I reiterate: the returned string may be subject to change, maybe without warning.

This method was added in version 0.051_01.

scontent

This method returns the significant content of the element. That is, if called on the parse of '/ f u b a r /x', it returns '/fubar/x'. If the invocant contains no insignificant elements, it is the same as content(). If called on an insignificant element, it returns nothing -- that is, undef in scalar context, and an empty list in list context.

This method was inspired by jb's question on Perl Monks about stripping comments and white space from a regular expression: https://www.perlmonks.org/?node_id=1207556

This method was added in version 0.053_01

significant

This method returns true if the element is significant and false otherwise.

snext_element

This method returns the next significant element, or nothing if there is none.

Unlike snext_sibling(), this will cross from the content of a structure into the elements that define the structure, or vice versa.

snext_sibling

This method returns the element's next significant sibling, or nothing if there is none.

This method is analogous to the same-named PPI::Element method, in that it will not cross from the content of a structure into the elements that define the structure.

sprevious_element

This method returns the previous significant element, or nothing if there is none.

Unlike sprevious_sibling(), this will cross from the content of a structure into the elements that define the structure, or vice versa.

sprevious_sibling

This method returns the element's previous significant sibling, or nothing if there is none.

This method is analogous to the same-named PPI::Element method, in that it will not cross from the content of a structure into the elements that define the structure.

statement

This method returns the PPI::Statement that contains this element, or nothing if the statement can not be determined.

In general this method will return something only under the following conditions:

tokens

This method returns all tokens contained in the element.

top

This method returns the top of the hierarchy.

unescaped_content

This method returns the content of the element, unescaped.

visual_column_number

This method returns the visual column number (taking tabs into account) of the first character in the element, or undef if that can not be determined.

whitespace

This method returns true if the element is whitespace and false otherwise.

width

my ( $min, $max ) = $self->width();

This method returns the minimum and maximum number of characters this element can match.

Either element can be undef if it cannot be determined.
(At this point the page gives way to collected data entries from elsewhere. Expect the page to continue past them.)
import { useState } from 'react';
import { Text, type StyleProp, type TextStyle } from 'react-native';
import { shortenDecimal, useDisplayDigits } from '../displayPrecision';
import { readableValue } from '../texFormat';

const WHOLE_DECIMAL = /^\s*[+-]?(\d+\.?\d*|\.\d+)([eE][+-]?\d+)?\s*$/;
const DECIMAL_IN_TEXT = /\d+\.\d+(?:[eE][+-]?\d+)?/g;

/**
 * A value as a reader wants it: an exact rational as a fraction, a decimal at the display precision, and
 * the decimals inside text ("0.1744… + 0.1309…i", "u = 0.27…") shortened the same way.
 */
export function displayedValue(text: string, digits: number): string {
  if (WHOLE_DECIMAL.test(text)) return readableValue(text.trim(), digits);
  return text.replace(DECIMAL_IN_TEXT, (token) => shortenDecimal(token, digits));
}

/** A table value at the display precision; a tap shows every computed digit (and a second tap shortens it again). */
export function ShortValue({ value, style, testID }: { value: string; style?: StyleProp<TextStyle>; testID?: string }) {
  const digits = useDisplayDigits();
  const [full, setFull] = useState(false);
  const shown = displayedValue(value, digits);
  if (shown === value) return <Text selectable style={style} testID={testID}>{value}</Text>;
  return (
    <Text
      selectable
      style={style}
      onPress={() => setFull(!full)}
      accessibilityRole="button"
      accessibilityHint={full ? 'Shows the value at the display precision' : 'Shows every computed digit'}
      testID={testID}
    >
      {full ? value : shown}
    </Text>
  );
}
For example, for /$foo/ both elements will be undef. Recursions will return undef because they can not be analyzed statically -- or at least I am not smart enough to do so. Back references may return undef if the referred-to group can not be uniquely determined.

It is possible for $max to be Inf. For example, for /x*/ $max will be Inf.
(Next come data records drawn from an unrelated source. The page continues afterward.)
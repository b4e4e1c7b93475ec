import { scaleLinear } from 'd3-scale';
import { line } from 'd3-shape';
import { colors } from '../../../constants/theme';
import { axesSvg, axisFrame, escapeXml, px, tickLabel, type AxisFrame, type PlotMargin } from '../plotAxes';
import { legendBelow, legendSvg, svgLabel, type LegendEntry } from '../plotSvg';
import type { ScanShape } from '../resultShapes';
import { nameOfQuantity } from '../texFormat';

export const seriesColors = ['#C9822B', '#26324A', '#2F7A4F', '#B23A3A', '#6B4FA0', '#2C7DA0'];
/** The top margin holds the mark labels (s = d/2, s*) and the fixed-point changes, so neither sits on a curve. */
const SCAN_MARGIN: PlotMargin = { top: 34, right: 16, bottom: 40, left: 64 };
/** Baselines of the two label rows in the top margin. */
const MARK_ROW = 14;
const CHANGE_ROW = 28;

export interface PlotLine {
  key: string;
  name: string;
  color: string;
  path: string;
}

/** A stretch of the scan (in s) along which the same fixed point was followed. */
export interface FollowedRun {
  name: string;
  from: number;
  to: number;
}

/** Where the followed fixed point changes: halfway between the last s of one and the first s of the next. */
export interface FixedPointChange {
  x: number;
  label: string;
}

/** A scan's axes (from plotAxes, as every plot's), its lines and marks, and the scale for reading values back. */
export interface PlotGeometry extends AxisFrame {
  lines: PlotLine[];
  markers: { label: string; x: number }[];
  followed: FollowedRun[];
  changes: FixedPointChange[];
  /** Baselines of the label rows above the plot area (labels never sit inside it). */
  markRow: number;
  changeRow: number;
  xOf: (value: number) => number;
  invertX: (pixel: number) => number;
}

/** The fixed point followed along the scan, in runs of equal name (each point's `fixedPoint`). */
export function followedRuns(scan: ScanShape): FollowedRun[] {
  const named = scan.points
    .map((point) => ({ s: point.x, name: point.fixedPoint }))
    .filter((point): point is { s: number; name: string } => point.name !== null)
    .sort((a, b) => a.s - b.s);
  const runs: FollowedRun[] = [];
  for (const point of named) {
    const last = runs[runs.length - 1];
    if (last && last.name === point.name) last.to = point.s;
    else runs.push({ name: point.name, from: point.s, to: point.s });
  }
  return runs;
}

/** "Follows the Wilson–Fisher fixed point", or each fixed point with its stretch of s when it changes. */
export function followedCaption(runs: FollowedRun[], variable = 's'): string {
  if (runs.length === 0) return '';
  if (runs.length === 1) return `Follows the ${runs[0].name} fixed point`;
  return `Follows ${runs.map((run) => `${run.name} (${variable} ${tickLabel(run.from)}${run.to !== run.from ? `–${tickLabel(run.to)}` : ''})`).join(', then ')}`;
}

/** Scales, ticks and line paths of a scan, shared by the on-screen plot and the SVG export. */
export function plotGeometry(scan: ScanShape, width: number, height: number): PlotGeometry {
  const xs = scan.points.map((point) => point.x);
  const ys = scan.points.flatMap((point) => scan.quantities.map((key) => point.values[key]).filter((v): v is number => v !== undefined));
  const x = scaleLinear().domain([Math.min(...xs), Math.max(...xs)]).range([SCAN_MARGIN.left, width - SCAN_MARGIN.right]);
  const yExtent = ys.length ? [Math.min(...ys), Math.max(...ys)] : [0, 1];
  if (yExtent[0] === yExtent[1]) yExtent[1] = yExtent[0] + 1;
  const y = scaleLinear().domain(yExtent).nice().range([height - SCAN_MARGIN.bottom, SCAN_MARGIN.top]);
  const lines = scan.quantities.map((key, index) => {
    const points = scan.points.filter((point) => point.values[key] !== undefined);
    const path = line<(typeof points)[number]>()
      .x((point) => x(point.x))
      .y((point) => y(point.values[key]))(points);
    return { key, name: nameOfQuantity(key), color: seriesColors[index % seriesColors.length], path: path ?? '' };
  });
  const [xMin, xMax] = x.domain();
  const markers: { label: string; x: number }[] = [];
  if (scan.meanField !== null && scan.meanField >= xMin && scan.meanField <= xMax) markers.push({ label: 's = d/2', x: x(scan.meanField) });
  if (scan.sStar !== null && scan.sStar >= xMin && scan.sStar <= xMax) markers.push({ label: 's*', x: x(scan.sStar) });
  const followed = followedRuns(scan);
  const changes = followed.slice(1).map((run, i) => ({ x: px(x((followed[i].to + run.from) / 2)), label: `→ ${run.name}` }));
  // No y title: the lines are several quantities, named by the legend.
  return {
    ...axisFrame(x, y, width, height, SCAN_MARGIN, { x: scan.variable, y: '' }),
    lines,
    markers,
    followed,
    changes,
    markRow: MARK_ROW,
    changeRow: CHANGE_ROW,
    xOf: x,
    invertX: (pixel) => x.invert(pixel),
  };
}

/** The scan point nearest to an abscissa. */
export function nearestPoint(scan: ScanShape, xValue: number) {
  return scan.points.reduce((best, point) => (Math.abs(point.x - xValue) < Math.abs(best.x - xValue) ? point : best), scan.points[0]);
}

/** A label drawn above the plot area at x, kept inside the picture on the right. */
export const labelX = (x: number, width: number, label: string) => Math.min(x + 4, width - 4 - label.length * 6.5);

/** The scan's legend entries: one per line, solid, in its colour. */
export const scanLegend = (g: PlotGeometry): LegendEntry[] => g.lines.map((plotLine) => ({ label: plotLine.name, style: { color: plotLine.color } }));

/** A standalone SVG file of the plot; the caption and legend sit below the axes, outside the plot area. */
export function plotSvg(geometry: PlotGeometry): string {
  const g = geometry;
  const caption = followedCaption(g.followed);
  const legend = legendBelow(scanLegend(g), g, caption ? 1 : 0);
  const height = g.height + legend.height;
  const parts: string[] = [];
  parts.push(`<svg xmlns="http://www.w3.org/2000/svg" width="${g.width}" height="${height}" viewBox="0 0 ${g.width} ${height}" font-family="Inter, sans-serif" font-size="11">`);
  parts.push(`<rect width="100%" height="100%" fill="#FFFFFF"/>`);
  parts.push(...axesSvg(g));
  for (const marker of g.markers) {
    parts.push(`<line x1="${px(marker.x)}" x2="${px(marker.x)}" y1="${g.plotTop}" y2="${g.plotBottom}" stroke="${colors.amberDeep}" stroke-dasharray="4 3"/>`);
    parts.push(`<text x="${px(labelX(marker.x, g.width, marker.label))}" y="${g.markRow}" fill="${colors.amberDeep}">${escapeXml(marker.label)}</text>`);
  }
  for (const change of g.changes) {
    parts.push(`<line x1="${change.x}" x2="${change.x}" y1="${g.plotTop}" y2="${g.plotBottom}" stroke="${colors.inkSoft}" stroke-dasharray="1 3"/>`);
    parts.push(`<text x="${px(labelX(change.x, g.width, change.label))}" y="${g.changeRow}" fill="${colors.inkSoft}">${svgLabel(change.label)}</text>`);
  }
  for (const plotLine of g.lines) parts.push(`<path d="${plotLine.path}" fill="none" stroke="${plotLine.color}" stroke-width="2"/>`);
  if (caption) parts.push(`<text x="${g.plotLeft}" y="${g.height + 14}" fill="${colors.inkSoft}">${svgLabel(caption)}</text>`);
  parts.push(...legendSvg(legend.slots));
  parts.push('</svg>');
  return parts.join('\n');
}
Elements that do not actually match anything will return zeroes.

Note: This method was added because I wanted better detection of variable-length look-behinds. Both it and raw_width() (above) should be considered somewhat experimental.
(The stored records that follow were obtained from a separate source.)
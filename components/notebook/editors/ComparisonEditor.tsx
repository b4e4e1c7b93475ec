import { StyleSheet, Text, View } from 'react-native';
import { colors, fonts, spacing } from '../../../constants/theme';
import { AXIS_NAMES, AXIS_TEX, COMPARABLE_X_AXES, COMPARABLE_Y_AXES, DATASET_LIMITS, type AxisSpec, type CellInput, type DatasetView } from '../../../shared/notebook';
import { Formula } from '../../formula';
import { TextField } from '../../ui/TextField';
import { ChipButton } from '../ChipButton';
import { ChoiceRow } from '../ChoiceRow';
import { FieldError, optionalText, type EditorProps } from './fields';

type ComparisonInput = Extract<CellInput, { kind: 'comparison' }>;
type Quantity = (typeof COMPARABLE_Y_AXES)[number];

export interface ComparisonEditorProps extends EditorProps<ComparisonInput> {
  /** Labels of the notebook's scan cells (where the series come from); without them the label is typed. */
  scanLabels?: string[];
  /** The notebook's datasets; without them the labels are typed. */
  datasets?: DatasetView[];
}

const DECIMAL = /^\s*[+-]?(\d+\.?\d*|\.\d+)\s*$/;
const FOLLOW_DATASET = 'dataset';

const axisWords = (axis: AxisSpec) => (axis.kind === 'other' ? axis.label ?? 'its own label' : AXIS_NAMES[axis.kind]);
const isQuantity = (kind: string): kind is Quantity => (COMPARABLE_Y_AXES as readonly string[]).includes(kind);

/** Checks the schema cannot make: references to other cells and datasets, the range's order, a quantity to compare. */
export function comparisonProblems(input: ComparisonInput, scanLabels: string[] | undefined, datasets: DatasetView[] | undefined): Record<string, string> {
  const problems: Record<string, string> = {};
  if (scanLabels && scanLabels.length === 0) problems.uses = 'Add a scan cell first: its series are drawn against the data';
  else if (scanLabels && !scanLabels.includes(input.uses)) problems.uses = `There is no scan cell labelled "${input.uses}"; choose one`;
  const dataset = datasets?.find((candidate) => candidate.label === input.dataset);
  if (datasets && datasets.length === 0) problems.dataset = 'Add a dataset to this notebook first (the Data panel)';
  else if (datasets && !dataset) problems.dataset = `This notebook has no dataset labelled "${input.dataset}"; choose one`;
  else if (dataset && !(COMPARABLE_X_AXES as readonly string[]).includes(dataset.xAxis.kind)) {
    problems.dataset = `The series are functions of s at fixed d: choose a dataset whose x-axis is s or Δφ (this one's is ${axisWords(dataset.xAxis)})`;
  }
  if (dataset && !input.quantity && !isQuantity(dataset.yAxis.kind)) {
    problems.quantity = `The dataset's y-axis (${axisWords(dataset.yAxis)}) is not a series quantity: choose which one the data measures`;
  }
  const from = input.xFrom?.trim();
  const to = input.xTo?.trim();
  if (from !== undefined && !DECIMAL.test(from)) problems.xFrom = 'Enter a number, e.g. 1.6, or leave it empty';
  if (to !== undefined && !DECIMAL.test(to)) problems.xTo = 'Enter a number, e.g. 1.9, or leave it empty';
  if (from !== undefined && to !== undefined && DECIMAL.test(from) && DECIMAL.test(to) && Number(from) >= Number(to)) {
    problems.xTo = 'The end of the range must be larger than its start';
  }
  return problems;
}

export function ComparisonEditor({ input, errors, onChange, scanLabels, datasets, testPrefix }: ComparisonEditorProps) {
  const dataset = datasets?.find((candidate) => candidate.label === input.dataset);
  const problems = { ...comparisonProblems(input, scanLabels, datasets), ...errors };
  const shape = input.show ?? dataset?.shape ?? 'points';
  const xName = dataset ? axisWords(dataset.xAxis) : 'x';
  const tooMany = dataset && dataset.rowCount > DATASET_LIMITS.maxComparedPoints && !input.xFrom && !input.xTo;
  const change = (patch: Partial<ComparisonInput>) => onChange({ ...input, ...patch });
  return (
    <View style={styles.form}>
      <LabelChoice
        label="Series from the scan cell"
        value={input.uses}
        labels={scanLabels?.map((label) => ({ value: label, label }))}
        onChange={(uses) => change({ uses })}
        error={problems.uses}
        testID={`${testPrefix}-uses`}
      />
      <LabelChoice
        label="Dataset"
        value={input.dataset}
        labels={datasets?.map((candidate) => ({ value: candidate.label, label: `${candidate.name} (${candidate.label})` }))}
        onChange={(label) => {
          const chosen = datasets?.find((candidate) => candidate.label === label);
          change({ dataset: label, show: undefined, kinks: chosen ? chosen.shape === 'boundary' : input.kinks });
        }}
        error={problems.dataset}
        testID={`${testPrefix}-dataset`}
      />
      {dataset ? (
        <Text style={styles.hint} testID={`${testPrefix}-dataset-facts`}>
          {axisWords(dataset.yAxis)} against {xName}, {dataset.rowCount.toLocaleString('en')} rows, {xName} from {dataset.xRange[0]} to {dataset.xRange[1]}
          {dataset.source ? ` · ${dataset.source}` : ''}
        </Text>
      ) : null}
      <QuantityChoice input={input} dataset={dataset} onChange={(quantity) => change({ quantity })} error={problems.quantity} testID={`${testPrefix}-quantity`} />
      <ChoiceRow
        label="Draw the data as"
        options={[
          { value: 'points', label: 'points with error bars' },
          { value: 'boundary', label: 'a boundary curve' },
        ]}
        value={shape}
        onChange={(show) => change({ show, kinks: show === 'boundary' ? input.kinks : false })}
        testID={`${testPrefix}-show`}
      />
      {shape === 'boundary' ? (
        <View style={styles.group}>
          <ChipButton label={input.kinks ? 'Find kinks: on' : 'Find kinks: off'} selected={input.kinks} onPress={() => change({ kinks: !input.kinks })} testID={`${testPrefix}-kinks`} />
          <Text style={styles.hint}>Smooths the boundary and marks where it bends sharply, with an uncertainty from resampling.</Text>
        </View>
      ) : null}
      <View style={styles.pair}>
        <View style={styles.half}>
          <TextField label={`Compare from ${xName} =`} value={input.xFrom ?? ''} onChangeText={(value) => change({ xFrom: optionalText(value) })} error={problems.xFrom} hint="Optional" keyboardType="decimal-pad" testID={`${testPrefix}-xFrom`} />
        </View>
        <View style={styles.half}>
          <TextField label={`to ${xName} =`} value={input.xTo ?? ''} onChangeText={(value) => change({ xTo: optionalText(value) })} error={problems.xTo} hint="Optional" keyboardType="decimal-pad" testID={`${testPrefix}-xTo`} />
        </View>
      </View>
      {tooMany ? (
        <Text style={styles.warning} testID={`${testPrefix}-range-needed`}>
          This dataset has {dataset.rowCount.toLocaleString('en')} rows; a comparison takes at most {DATASET_LIMITS.maxComparedPoints.toLocaleString('en')}. Choose a range of {xName}.
        </Text>
      ) : null}
    </View>
  );
}

/** A choice among labels when they are known, a text field when they are not; a missing label stays visible. */
function LabelChoice({ label, value, labels, onChange, error, testID }: {
  label: string;
  value: string;
  labels?: { value: string; label: string }[];
  onChange: (value: string) => void;
  error?: string;
  testID: string;
}) {
  if (!labels || labels.length === 0) return <TextField label={label} value={value} onChangeText={onChange} error={error} testID={testID} />;
  const options = labels.some((option) => option.value === value) || !value ? labels : [...labels, { value, label: `${value} (missing)` }];
  return (
    <View style={styles.group}>
      <ChoiceRow label={label} options={options} value={value} onChange={onChange} testID={testID} />
      {error ? <FieldError message={error} testID={`${testID}-error`} /> : null}
    </View>
  );
}

function QuantityChoice({ input, dataset, onChange, error, testID }: {
  input: ComparisonInput;
  dataset?: DatasetView;
  onChange: (quantity: Quantity | undefined) => void;
  error?: string;
  testID: string;
}) {
  const fromDataset = dataset && isQuantity(dataset.yAxis.kind) ? dataset.yAxis.kind : undefined;
  const options = [
    ...(fromDataset ? [{ value: FOLLOW_DATASET, label: `the dataset's y-axis (${AXIS_NAMES[fromDataset]})` }] : []),
    ...COMPARABLE_Y_AXES.map((quantity) => ({ value: quantity as string, label: AXIS_NAMES[quantity] })),
  ];
  const compared = input.quantity ?? fromDataset;
  return (
    <View style={styles.group}>
      <ChoiceRow
        label="Quantity the data measures"
        options={options}
        value={input.quantity ?? (fromDataset ? FOLLOW_DATASET : '')}
        onChange={(value) => onChange(value === FOLLOW_DATASET ? undefined : (value as Quantity))}
        testID={testID}
      />
      {compared ? (
        <View style={styles.typeset} testID={`${testID}-shown`}>
          <Text style={styles.hint}>Compared:</Text>
          <Formula tex={AXIS_TEX[compared]} label={AXIS_NAMES[compared]} />
        </View>
      ) : null}
      {error ? <FieldError message={error} testID={`${testID}-error`} /> : null}
    </View>
  );
}

const styles = StyleSheet.create({
  form: { gap: spacing.md },
  group: { gap: spacing.xs, alignItems: 'flex-start' },
  pair: { flexDirection: 'row', gap: spacing.md },
  half: { flex: 1 },
  typeset: { flexDirection: 'row', alignItems: 'center', gap: spacing.sm },
  hint: { fontFamily: fonts.regular, fontSize: 13, color: colors.inkFaint },
  warning: { fontFamily: fonts.medium, fontSize: 13, color: colors.amberDeep },
});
This method was added in version 0.085_01.

This method returns navigation information from the top of the hierarchy to this node. The return is a list of names of methods and references to their argument lists. The idea is that given $elem which is somewhere under $top,

my @nav = $elem->nav();
my $obj = $top;
while ( @nav ) {
    my $method = shift @nav;
    my $args = shift @nav;
    $obj = $obj->$method( @{ $args } ) or die;
}
# At this point, $obj should contain the same object
# as $elem.

SUPPORT

Support is by the author. Please file bug reports at https://rt.cpan.org/Public/Dist/Display.html?Name=PPIx-Regexp, https://github.com/trwyant/perl-PPIx-Regexp/issues, or in electronic mail to the author.

AUTHOR

Thomas R. Wyant, III wyant at cpan dot org

COPYRIGHT AND LICENSE

Copyright (C) 2009-2023 by Thomas R. Wyant, III

This program is free software; you can redistribute it and/or modify it under the same terms as Perl 5.10.0. For more details, see the full text of the licenses in the directory LICENSES.

This program is distributed in the hope that it will be useful, but without any warranty; without even the implied warranty of merchantability or fitness for a particular purpose.